The formula engine chooses this strategy when the current measure in S0 is a basic physical measure or is an alias to a basic physical measure, as shown below.

2.      The switching-solve-order plan.
The basic plan stops working when the current measure is a non-trivial calculated measure since the formula engine cannot extract the Agg function any more. One way to work around the problem is to switch the solving order of the AGGREGATE function and the calculated measure. Mosha alluded to this strategy in his comment to Thomas Ivarsson’s post.

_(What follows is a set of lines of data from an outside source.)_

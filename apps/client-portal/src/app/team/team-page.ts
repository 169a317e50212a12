import { DatePipe } from '@angular/common';
import { ChangeDetectionStrategy, Component, DestroyRef, signal, computed, inject, viewChild, type AfterViewInit } from '@angular/core';
import { MatButtonModule } from '@angular/material/button';
import { MatDialog } from '@angular/material/dialog';
import { MatIconModule } from '@angular/material/icon';
import { MatPaginator, MatPaginatorModule } from '@angular/material/paginator';
import { MatProgressBarModule } from '@angular/material/progress-bar';
import { MatSort, MatSortModule } from '@angular/material/sort';
import { MatTableModule } from '@angular/material/table';
import type { ClientRole, ClientTeamMember, Invitation } from '@ohmprint/contracts';
import { EmptyState, Notifier, PendingInvitations, ROLE_LABELS, SearchField, ServerList, Session, confirmAction } from '@ohmprint/ui';
import { Subject, filter, switchMap } from 'rxjs';
import { InviteMemberDialog } from './invite-member-dialog';
import { TeamData } from './team-data';

@Component({
  selector: 'ohm-team-page',
  changeDetection: ChangeDetectionStrategy.OnPush,
  imports: [DatePipe, MatTableModule, MatSortModule, MatPaginatorModule, MatProgressBarModule, MatButtonModule, MatIconModule, SearchField, EmptyState, PendingInvitations],
  templateUrl: './team-page.html',
})
export class TeamPage implements AfterViewInit {
  private readonly data = inject(TeamData);
  private readonly dialog = inject(MatDialog);
  private readonly notifier = inject(Notifier);
  private readonly session = inject(Session);
  private readonly destroyRef = inject(DestroyRef);
  private readonly sort = viewChild.required(MatSort);
  private readonly paginator = viewChild.required(MatPaginator);

  protected readonly isAdmin = computed(() => this.session.hasAnyRole(['client-admin']));
  protected readonly organisation = computed(() => this.session.user()?.clientOrganisation?.name ?? 'your organisation');
  protected readonly columns = computed(() => ['displayName', 'email', 'role', 'createdAt', ...(this.isAdmin() ? ['actions'] : [])]);
  protected readonly list = new ServerList<ClientTeamMember>();
  protected readonly search = new Subject<string>();
  protected readonly pending = signal<readonly Invitation[]>([]);
  protected readonly pendingTotal = signal(0);

  ngAfterViewInit(): void {
    this.list.connect({
      sort: this.sort(),
      paginator: this.paginator(),
      search: this.search,
      fetch: (query) => this.data.list(query),
      destroyRef: this.destroyRef,
    });
    this.loadPending();
  }

  private loadPending(): void {
    if (!this.isAdmin()) return;
    this.data.pendingInvitations().subscribe((page) => {
      this.pending.set(page.items);
      this.pendingTotal.set(page.total);
    });
  }

  protected roleLabel(role: ClientRole): string {
    return ROLE_LABELS[role];
  }

  protected isMe(member: ClientTeamMember): boolean {
    return member.id === this.session.user()?.id;
  }

  protected openInvite(): void {
    this.dialog
      .open<InviteMemberDialog, void, Invitation>(InviteMemberDialog)
      .afterClosed()
      .pipe(filter((invitation): invitation is Invitation => !!invitation))
      .subscribe((invitation) => {
        this.notifier.success(`Invitation sent to ${invitation.email}.`);
        this.list.reload();
        this.loadPending();
      });
  }

  protected remove(member: ClientTeamMember): void {
    confirmAction(this.dialog, {
      title: `Remove ${member.displayName} from the team?`,
      message: `${member.email} will be signed out and can no longer see ${this.organisation()}'s orders or reports. Reports already issued are not affected.`,
      confirmLabel: 'Remove',
      destructive: true,
    })
      .pipe(
        filter(Boolean),
        switchMap(() => this.data.remove(member.id)),
      )
      .subscribe(() => {
        this.notifier.success(`${member.displayName} was removed from the team.`);
        this.list.reload();
      });
  }
}
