import { randomInt, timingSafeEqual } from 'node:crypto';
import { VERIFICATION_CODE_ALPHABET, VERIFICATION_CODE_LENGTH } from '@ohmprint/contracts';
import { config } from '../../config';

/** A fresh code: 12 symbols from a 30-symbol alphabet (≈ 59 bits), from the OS's CSPRNG. */
export function newVerificationCode(): string {
  let code = '';
  for (let i = 0; i < VERIFICATION_CODE_LENGTH; i++) code += VERIFICATION_CODE_ALPHABET[randomInt(VERIFICATION_CODE_ALPHABET.length)];
  return code;
}

/** As printed: groups of four, e.g. K7QM-4RTX-9WHP. */
export function formatVerificationCode(code: string): string {
  return code.match(/.{1,4}/g)?.join('-') ?? code;
}

/** Constant-time comparison of normalised codes, so response timing does not leak a prefix. */
export function codesMatch(stored: string, given: string): boolean {
  const a = Buffer.from(stored);
  const b = Buffer.from(given);
  return a.length === b.length && timingSafeEqual(a, b);
}

/** The public page's address for a report: what the QR code and the e-mail point to. */
export function verificationUrl(number: string, code: string): string {
  const query = new URLSearchParams({ report: number, code: formatVerificationCode(code) });
  return `${config.publicBaseUrl}/verify?${query.toString()}`;
}
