import { Column, Entity, PrimaryGeneratedColumn } from 'typeorm';

/** A cell constant measured with a KCl standard: K = κ_standard · R_plateau. */
@Entity({ name: 'cell_calibration' })
export class CellCalibration {
  @PrimaryGeneratedColumn('uuid') id!: string;
  @Column({ name: 'lab_id', type: 'uuid' }) labId!: string;
  @Column({ name: 'cell_id', type: 'uuid' }) cellId!: string;
  @Column({ name: 'standard_name', type: 'text' }) standardName!: string;
  @Column({ name: 'standard_conductivity_us_per_cm', type: 'double precision' }) standardConductivityUsPerCm!: number;
  @Column({ name: 'standard_temperature_c', type: 'double precision' }) standardTemperatureC!: number;
  @Column({ name: 'plateau_resistance_ohm', type: 'double precision' }) plateauResistanceOhm!: number;
  @Column({ name: 'cell_constant_per_cm', type: 'double precision' }) cellConstantPerCm!: number;
  @Column({ name: 'measured_at', type: 'timestamptz' }) measuredAt!: Date;
  @Column({ name: 'measured_by_user_id', type: 'uuid' }) measuredByUserId!: string;
}
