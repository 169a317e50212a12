import { Router } from 'express';
import { IdParamsSchema, ReportListQuerySchema, ReportSummarySchema, pageOf, type ReportListQuery } from '@ohmprint/contracts';
import { clientOrganisationIdOf, labIdOf, validate } from '../../core';
import { dataSource } from '../../db/data-source';
import { registerRoute } from '../../openapi/registry';
import { requireRole } from '../auth/require-auth';
import { listReports, reportPdf } from './report-queries';
import { sendPdf } from './lab-reports.router';

const tag = 'Reports';
const CLIENTS = ['client-admin', 'client-member'] as const;

/** A client organisation's own reports; another organisation's answer 404. */
export function clientReportsRouter(): Router {
  const router = Router();
  const scopeOf = (auth: Parameters<typeof labIdOf>[0]) => ({ labId: labIdOf(auth), clientOrganisationId: clientOrganisationIdOf(auth) });

  registerRoute({ method: 'get', path: '/client/reports', tag, summary: "The organisation's reports, newest first", roles: CLIENTS, query: ReportListQuerySchema, response: pageOf(ReportSummarySchema) });
  router.get('/', requireRole(...CLIENTS), validate({ query: ReportListQuerySchema }), async (_req, res) => {
    res.json(await listReports(dataSource.manager, scopeOf(res.locals.auth), res.locals.query as ReportListQuery));
  });

  registerRoute({ method: 'get', path: '/client/reports/:id/pdf', tag, summary: 'Download a signed report PDF as issued', roles: CLIENTS, params: IdParamsSchema, responseMediaType: 'application/pdf' });
  router.get('/:id/pdf', requireRole(...CLIENTS), validate({ params: IdParamsSchema }), async (_req, res) => {
    sendPdf(res, await reportPdf(dataSource.manager, scopeOf(res.locals.auth), (res.locals.params as { id: string }).id));
  });

  return router;
}
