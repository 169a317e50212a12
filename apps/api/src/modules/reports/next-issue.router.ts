import type { Router } from 'express';
import { NextIssueSchema, type NextIssue } from '@ohmprint/contracts';
import { routeTable } from '../../core/route-table';
import { labIdOf } from '../../core/tenancy';
import { config } from '../../config';
import { dataSource } from '../../db/data-source';
import { ApiError } from '../../core/api-error';
import { Lab } from '../labs/lab.entity';
import { prefixCandidate } from './report-numbering';
import { currentCredential, describeCredential } from './signing/signing-credentials';

const tag = 'Reports';

/**
 * What the next approval will produce, read without taking anything: the report number the
 * counter would give now (no row is locked or written, so the number is not consumed and another
 * issuance may still take it first) and the credential that would sign.
 */
export async function nextIssue(labId: string, now = new Date()): Promise<NextIssue> {
  const manager = dataSource.manager;
  const lab = await manager.findOneBy(Lab, { id: labId });
  if (!lab) throw ApiError.notFound('The lab');
  const year = now.getUTCFullYear();
  const [row]: Array<{ prefix: string | null; last_value: number | null }> = await manager.query(
    `SELECT (SELECT prefix FROM report_numbering WHERE lab_id = $1) AS prefix,
            (SELECT last_value FROM report_number_sequence WHERE lab_id = $1 AND year = $2) AS last_value`,
    [labId, year],
  );
  const number = `${row.prefix ?? prefixCandidate(lab.name)}-${year}-${String((row.last_value ?? 0) + 1).padStart(6, '0')}`;
  const credential = await currentCredential(manager, labId);
  return {
    nextReportNumber: number,
    credential: credential ? describeCredential(credential) : null,
    // Without a credential, development creates a self-signed one on first issue; production refuses.
    withoutCredential: credential ? null : config.production ? 'refused' : 'development-self-signed',
  };
}

export function nextIssueRouter(): Router {
  const { router, route } = routeTable();
  route({ method: 'get', path: '/lab/report-numbers/next', tag,
    summary: 'The report number the next approval would take and the credential that would sign it (read-only: nothing is taken)',
    roles: ['reviewer', 'lab-admin'], response: NextIssueSchema }, async (_req, res) => {
    res.json(await nextIssue(labIdOf(res.locals.auth)));
  });
  return router;
}
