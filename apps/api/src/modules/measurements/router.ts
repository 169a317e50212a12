import { Router } from 'express';
import { z } from 'zod';
import {
  BenchEquipmentSchema,
  ExcludeReplicateSchema,
  IdParamsSchema,
  MeasurementUploadFieldsSchema,
  MeasurementUploadResultSchema,
  RecordCellCalibrationSchema,
  SampleMeasurementsSchema,
  SpectrumPointsSchema,
  type ExcludeReplicate,
  type MeasurementUploadFields,
  type RecordCellCalibration,
} from '@ohmprint/contracts';
import { ApiError } from '../../core/api-error';
import { labIdOf } from '../../core/tenancy';
import { validate } from '../../core/validate';
import { dataSource } from '../../db/data-source';
import { registerRoute } from '../../openapi/registry';
import { requireRole } from '../auth/require-auth';
import { requireMeasurementUploader } from '../instrument-keys/measurement-uploader';
import { LAB_STAFF } from '../samples/lab-roles';
import { tenantBoundedUpload } from '../samples/tenant-bounded-upload';
import { benchEquipment, recordCellCalibration } from './bench-equipment';
import { Replicate } from './replicate.entity';
import { excludeReplicate, replicateSpectrum, sampleMeasurements } from './sample-measurements';
import { CONCURRENT_UPLOADS_PER_LAB, MEASUREMENT_LIMITS, uploadMeasurements } from './upload-measurements';

const tag = 'Measurements';
const ReplicateParamsSchema = z.object({ id: z.uuid(), replicateId: z.uuid() });
const UploadParamsSchema = z.object({ id: z.string().trim().min(1).max(60).meta({ description: 'Sample id, or its printed code (OP-XXXX-XX)' }) });
const UploadBodySchema = z.object({
  ...MeasurementUploadFieldsSchema.shape,
  files: z.array(z.string().meta({ format: 'binary' })).meta({ description: 'One instrument export (text) per replicate: at most 20 files, each at most 5 MB and 5,000 rows' }),
});

/** Bench equipment, measurement uploads and replicates (mounted at /lab). */
export function measurementsRouter(): Router {
  const router = Router();
  // Files stream to a private temporary folder (removed when the answer is sent) and are parsed from there in the worker pool.
  // Two uploads of one lab at a time in this process: a third waits for its turn (429, Retry-After) before its files are read.
  const upload = tenantBoundedUpload({ limits: MEASUREMENT_LIMITS, select: (m) => m.array('files'), perTenant: CONCURRENT_UPLOADS_PER_LAB,
    what: 'measurement uploads of one lab', tenantOf: (res) => String(res.locals.uploaderLabId) });
  const analyst = requireRole('analyst');
  const ids = (params: unknown) => params as z.infer<typeof ReplicateParamsSchema>;

  registerRoute({ method: 'get', path: '/lab/bench', tag, summary: 'Instruments and cells, each cell with its newest KCl calibration', roles: LAB_STAFF, response: BenchEquipmentSchema });
  router.get('/bench', requireRole(...LAB_STAFF), async (_req, res) => {
    res.json(await benchEquipment(dataSource.manager, labIdOf(res.locals.auth)));
  });

  registerRoute({ method: 'post', path: '/lab/cells/:id/calibrations', tag, summary: 'Record a KCl check of a cell: K = κ_standard · R_plateau', roles: ['analyst', 'lab-admin'], params: IdParamsSchema, body: RecordCellCalibrationSchema, response: BenchEquipmentSchema, status: 201 });
  router.post('/cells/:id/calibrations', requireRole('analyst', 'lab-admin'), validate({ params: IdParamsSchema, body: RecordCellCalibrationSchema }), async (_req, res) => {
    const labId = labIdOf(res.locals.auth);
    const body = res.locals.body as RecordCellCalibration;
    res.status(201).json(await dataSource.transaction((m) => recordCellCalibration(m, res.locals.auth, labId, (res.locals.params as { id: string }).id, body)));
  });

  registerRoute({
    method: 'post',
    path: '/lab/samples/:id/measurements',
    tag,
    summary:
      'Upload instrument exports, one file per replicate (multipart field "files"). Signed-in analysts, or a bench computer with "Authorization: Bearer ohmbench-…" (an instrument key; this is the only route a key opens). Unreadable files are listed with file name, line and column; the readable ones are still saved.',
    roles: ['analyst'],
    params: UploadParamsSchema,
    body: UploadBodySchema,
    requestMediaType: 'multipart/form-data',
    response: MeasurementUploadResultSchema,
    status: 201,
  });
  router.post('/samples/:id/measurements', requireMeasurementUploader, validate({ params: UploadParamsSchema }), ...upload, validate({ body: MeasurementUploadFieldsSchema }), async (req, res) => {
    const files = (req.files as Express.Multer.File[] | undefined) ?? [];
    const result = await uploadMeasurements(res.locals.uploader, res.locals.uploaderLabId, (res.locals.params as { id: string }).id, res.locals.body as MeasurementUploadFields, files);
    res.status(201).json(result);
  });

  registerRoute({ method: 'get', path: '/lab/samples/:id/measurements', tag, summary: 'The sample’s replicates with their Kramers–Kronig results, and replicate agreement', roles: LAB_STAFF, params: IdParamsSchema, response: SampleMeasurementsSchema });
  router.get('/samples/:id/measurements', requireRole(...LAB_STAFF), validate({ params: IdParamsSchema }), async (_req, res) => {
    res.json(await sampleMeasurements(dataSource.manager, labIdOf(res.locals.auth), (res.locals.params as { id: string }).id));
  });

  registerRoute({ method: 'get', path: '/lab/samples/:id/replicates/:replicateId/spectrum', tag, summary: 'One replicate’s spectrum as measured (Hz, Ω) for Bode and Nyquist plots', roles: LAB_STAFF, params: ReplicateParamsSchema, response: SpectrumPointsSchema });
  router.get('/samples/:id/replicates/:replicateId/spectrum', requireRole(...LAB_STAFF), validate({ params: ReplicateParamsSchema }), async (_req, res) => {
    const p = ids(res.locals.params);
    res.json(await replicateSpectrum(dataSource.manager, labIdOf(res.locals.auth), p.id, p.replicateId));
  });

  registerRoute({ method: 'get', path: '/lab/samples/:id/replicates/:replicateId/file', tag, summary: 'The instrument export exactly as uploaded', roles: LAB_STAFF, params: ReplicateParamsSchema, responseMediaType: 'application/octet-stream' });
  router.get('/samples/:id/replicates/:replicateId/file', requireRole(...LAB_STAFF), validate({ params: ReplicateParamsSchema }), async (_req, res) => {
    const p = ids(res.locals.params);
    const r = await dataSource.manager
      .createQueryBuilder(Replicate, 'r')
      .addSelect('r.rawFile')
      .where('r.id = :rid AND r.sample_id = :sid AND r.lab_id = :lab', { rid: p.replicateId, sid: p.id, lab: labIdOf(res.locals.auth) })
      .getOne();
    if (!r) throw ApiError.notFound('Replicate');
    res.attachment(r.fileName).type('application/octet-stream').send(r.rawFile);
  });

  registerRoute({ method: 'post', path: '/lab/samples/:id/replicates/:replicateId/exclude', tag, summary: 'Exclude a replicate from analysis, with a reason (audited)', roles: ['analyst'], params: ReplicateParamsSchema, body: ExcludeReplicateSchema, response: SampleMeasurementsSchema });
  router.post('/samples/:id/replicates/:replicateId/exclude', analyst, validate({ params: ReplicateParamsSchema, body: ExcludeReplicateSchema }), async (_req, res) => {
    const labId = labIdOf(res.locals.auth);
    const p = ids(res.locals.params);
    await dataSource.transaction((m) => excludeReplicate(m, res.locals.auth, labId, p.id, p.replicateId, res.locals.body as ExcludeReplicate));
    res.json(await sampleMeasurements(dataSource.manager, labId, p.id));
  });

  return router;
}
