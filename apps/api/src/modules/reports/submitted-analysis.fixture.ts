import { randomInt } from 'node:crypto';
import type { EntityManager } from 'typeorm';

/**
 * For the reports tests: the rows an approval needs (product, order, sample, draft library
 * version, analysis awaiting review) inserted directly, so these tests do not depend on the
 * intake and analysis screens. Invented demo values.
 */
export interface SubmittedAnalysis {
  labId: string;
  clientOrganisationId: string;
  sampleId: string;
  sampleCode: string;
  analysisId: string;
  reviewerUserId: string;
}

const CODE_ALPHABET = '0123456789ABCDEFGHJKMNPQRSTVWXYZ';
const code = (n: number) => Array.from({ length: n }, () => CODE_ALPHABET[randomInt(CODE_ALPHABET.length)]).join('');

export async function insertSubmittedAnalysis(
  manager: EntityManager,
  who: { labName: string; clientName: string; analystEmail: string; reviewerEmail: string },
): Promise<SubmittedAnalysis> {
  const [lab] = await manager.query('SELECT id FROM lab WHERE name = $1', [who.labName]);
  const [client] = await manager.query('SELECT id FROM client_organisation WHERE lab_id = $1 AND name = $2', [lab.id, who.clientName]);
  const [analyst] = await manager.query('SELECT id FROM app_user WHERE email = $1', [who.analystEmail]);
  const [reviewer] = await manager.query('SELECT id FROM app_user WHERE email = $1', [who.reviewerEmail]);
  const [product] = await manager.query(
    `INSERT INTO product (lab_id, client_organisation_id, name, matrix) VALUES ($1, $2, $3, 'wine') RETURNING id`,
    [lab.id, client.id, `Demo wine ${code(6)}`],
  );
  const [order] = await manager.query(
    'INSERT INTO test_order (lab_id, client_organisation_id, product_id, placed_by_user_id) VALUES ($1, $2, $3, $4) RETURNING id',
    [lab.id, client.id, product.id, analyst.id],
  );
  const sampleCode = `OP-${code(4)}-${code(2)}`;
  const [sample] = await manager.query(
    `INSERT INTO sample (lab_id, order_id, code, state, obtained_where, obtained_on, received_at)
     VALUES ($1, $2, $3, 'in-review', 'Demo shop', '2026-11-20', now()) RETURNING id`,
    [lab.id, order.id, sampleCode],
  );
  const [library] = await manager.query('INSERT INTO reference_library (lab_id, product_id) VALUES ($1, $2) RETURNING id', [lab.id, product.id]);
  const [version] = await manager.query(
    `INSERT INTO library_version (lab_id, library_id, version, method, grid_hz, engine_version)
     VALUES ($1, $2, 1, '{}'::jsonb, ARRAY[10, 100, 1000]::float8[], '0.1.0') RETURNING id`,
    [lab.id, library.id],
  );
  const [analysis] = await manager.query(
    `INSERT INTO analysis (lab_id, sample_id, library_version_id, status, verdict, replicate_ids, method, engine_version, result, sample_spectrum, analyst_user_id, submitted_at)
     VALUES ($1, $2, $3, 'submitted', 'consistent', '{}', '{}'::jsonb, '0.1.0', '{}'::jsonb, '{}'::jsonb, $4, now()) RETURNING id`,
    [lab.id, sample.id, version.id, analyst.id],
  );
  return { labId: lab.id, clientOrganisationId: client.id, sampleId: sample.id, sampleCode, analysisId: analysis.id, reviewerUserId: reviewer.id };
}
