import type { EntityManager } from 'typeorm';
import type { ReportCorrections } from '@ohmprint/contracts';
import { ApiError } from '../../core/api-error';
import type { AuthContext } from '../auth/auth-context';
import { recordAudit } from '../audit/record-audit';
import { Lab } from '../labs/lab.entity';
import { ReportContent } from './pdf/report-data';
import { TestReport } from './test-report.entity';
import { revisionNumber } from './report-numbering';
import { notifyClient, storeSignedReport } from './issue-report';

/**
 * Amending and revoking, allowed to lab admins and reviewers: both are decisions about an issued
 * report, which reviewers authorise, and lab admins answer for the lab's output. Only the
 * current revision (status "issued") can be amended or revoked.
 */
async function lockCurrent(manager: EntityManager, labId: string, reportId: string): Promise<TestReport> {
  const report = await manager
    .getRepository(TestReport)
    .createQueryBuilder('r')
    .setLock('pessimistic_write')
    .where('r.id = :reportId AND r.lab_id = :labId', { reportId, labId })
    .getOne();
  if (!report) throw ApiError.notFound('The report');
  if (report.status === 'superseded') {
    const next = report.supersededByReportId ? await manager.findOneBy(TestReport, { id: report.supersededByReportId }) : null;
    throw ApiError.conflict(`Report ${report.number} is already superseded by ${next?.number ?? 'a later revision'}; amend or revoke that one instead.`);
  }
  if (report.status === 'revoked') throw ApiError.conflict(`Report ${report.number} was revoked and can no longer be changed.`);
  return report;
}

function authorisingRole(auth: AuthContext): string {
  return auth.roles.includes('reviewer') ? 'Reviewer' : 'Lab administrator';
}

/** The stored content with the corrections applied; results are never edited here. */
export function applyCorrections(content: ReportContent, corrections: ReportCorrections, authorisedBy: ReportContent['authorisedBy']): ReportContent {
  const sample = { ...content.sample };
  for (const [key, value] of Object.entries(corrections.sample ?? {})) {
    if (value !== undefined) (sample as Record<string, unknown>)[key] = value;
  }
  return {
    ...content,
    sample,
    client: { ...content.client, ...(corrections.client ?? {}) },
    remarks: corrections.remarks === undefined ? content.remarks : corrections.remarks || null,
    authorisedBy,
  };
}

/** Issues revision n+1 with a new number and code, and marks the one it replaces superseded. */
export async function amendReport(
  manager: EntityManager,
  auth: AuthContext,
  labId: string,
  reportId: string,
  request: { reason: string; corrections: ReportCorrections },
): Promise<TestReport> {
  const previous = await lockCurrent(manager, labId, reportId);
  const lab = await manager.findOneByOrFail(Lab, { id: labId });
  const { reportNumber: _number, issuedAt: _issuedAt, replaces: _replaces, verification: _verification, ...stored } = previous.content;
  const content = applyCorrections(stored, request.corrections, { name: auth.displayName, role: authorisingRole(auth) });
  const revision = previous.revision + 1;
  const amended = await storeSignedReport(manager, lab, {
    content,
    number: revisionNumber(previous.baseNumber, revision),
    baseNumber: previous.baseNumber,
    revision,
    replaces: { id: previous.id, reportNumber: previous.number, reason: request.reason },
    issuedAt: new Date(),
    actorUserId: auth.userId,
    analysisId: previous.analysisId,
    sampleId: previous.sampleId,
    clientOrganisationId: previous.clientOrganisationId,
  });
  await manager.update(TestReport, { id: previous.id }, { status: 'superseded', supersededByReportId: amended.id });
  await recordAudit(manager, {
    labId,
    actorUserId: auth.userId,
    action: 'report.amended',
    subjectType: 'test-report',
    subjectId: amended.id,
    details: { number: amended.number, replaces: previous.number, reason: request.reason, corrections: request.corrections },
  });
  await notifyClient(manager, amended, 'report-amended', {
    subject: `Test report ${previous.number} has been amended`,
    lines: [
      `${lab.name} has issued report ${amended.number}, which replaces report ${previous.number} for sample ${amended.sampleCode}.`,
      `Reason: ${request.reason}`,
      `Report ${previous.number} is superseded; please use ${amended.number} from now on.`,
    ],
  });
  return amended;
}

export async function revokeReport(manager: EntityManager, auth: AuthContext, labId: string, reportId: string, reason: string): Promise<TestReport> {
  const report = await lockCurrent(manager, labId, reportId);
  const revokedAt = new Date();
  await manager.update(TestReport, { id: report.id }, { status: 'revoked', revokedAt, revokedByUserId: auth.userId, revocationReason: reason });
  await recordAudit(manager, {
    labId,
    actorUserId: auth.userId,
    action: 'report.revoked',
    subjectType: 'test-report',
    subjectId: report.id,
    details: { number: report.number, reason },
  });
  const lab = await manager.findOneByOrFail(Lab, { id: labId });
  await notifyClient(manager, report, 'report-revoked', {
    subject: `Test report ${report.number} has been revoked`,
    lines: [`${lab.name} has revoked test report ${report.number} for sample ${report.sampleCode}.`, `Reason: ${reason}`, 'The report should no longer be relied on.'],
  });
  return { ...report, status: 'revoked', revokedAt, revokedByUserId: auth.userId, revocationReason: reason };
}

Let «Measure Expression» be the expression of the current measure in S0
Set V = Calculate the value of «Measure Expression» in S0

The thinking behind this strategy is that by evaluating «Measure Expression» first, it will eventually lead to a physical measure that has a good Agg function. Afterwards, the Aggregate calculation can be evaluated using the basic plan. This strategy essentially moves an otherwise higher-priority Aggregate calculation behind lower priority calculated measures.
For example, when I slightly change the expression for calculated measure [x] to be more than just a physical measure name, the formula engine would switch the solving orders of [x] and [y] to produce the same result as in the basic plan.

But this strategy falls apart when the calculated measure is more than just a single expression.
If you create [x] and [y] in the cube script in the following fashion,
Measures.[x] = [Measures].[Internet Sales Amount];
[Date].[Calendar Year].[y] =
AGGREGATE({[Date].[Calendar Year].&[2007], [Date].[Calendar Year].&[2008]});

you will get the following surprising query result.
This is because the formula engine can only retrieve the original expression of the calculated measure but is unable to take into account scope assignments which also affect the value of the calculated measure. In my opinion, this strategy is more or less a hack as it doesn’t provide a coherent solution under all circumstances.
3.      The set-in-the-where-clause plan.
Neither of the above strategies works when the current measure is a physical measure with a non-additive function, such as semi-additive measures or distinct count measures. To make the function return meaningful result, we borrowed a page from another hacky feature of MDX: multi-select through query-scope calculated member using Aggregate function. The formula engine rewrites the incoming multi-select query into an equivalent query by putting the set argument extracted from the Aggregate function into the where clause.

As it turned out, the same strategy can be used as a generic solution for evaluating the Aggregate function. In 2008R2, this is used for non-additive physical measures.
Construct a new subspace S1 by adding «Set» as a slice to S0
If «Numeric Expression» is present
Set V = Calculate the value of «Numeric Expression» in S1
Set V = Calculate the value property of S1

If you are familiar with DAX, this strategy is similar to the Calculate function in DAX: it transforms the current subspace by applying the set argument as a filter and then evaluates the «Numeric Expression» in the new subspace.
As you can see from today’s discussion, current implementation of the Aggregate function in the face of a calculated measure has limitations and inconsistencies. It may cause confusions among users who saw that basic scenarios worked and then ventured into more advanced usages. Therefore we are considering to give users an option to switch to the set-in-the-where-clause plan where currently the switching-solve-order plan is used.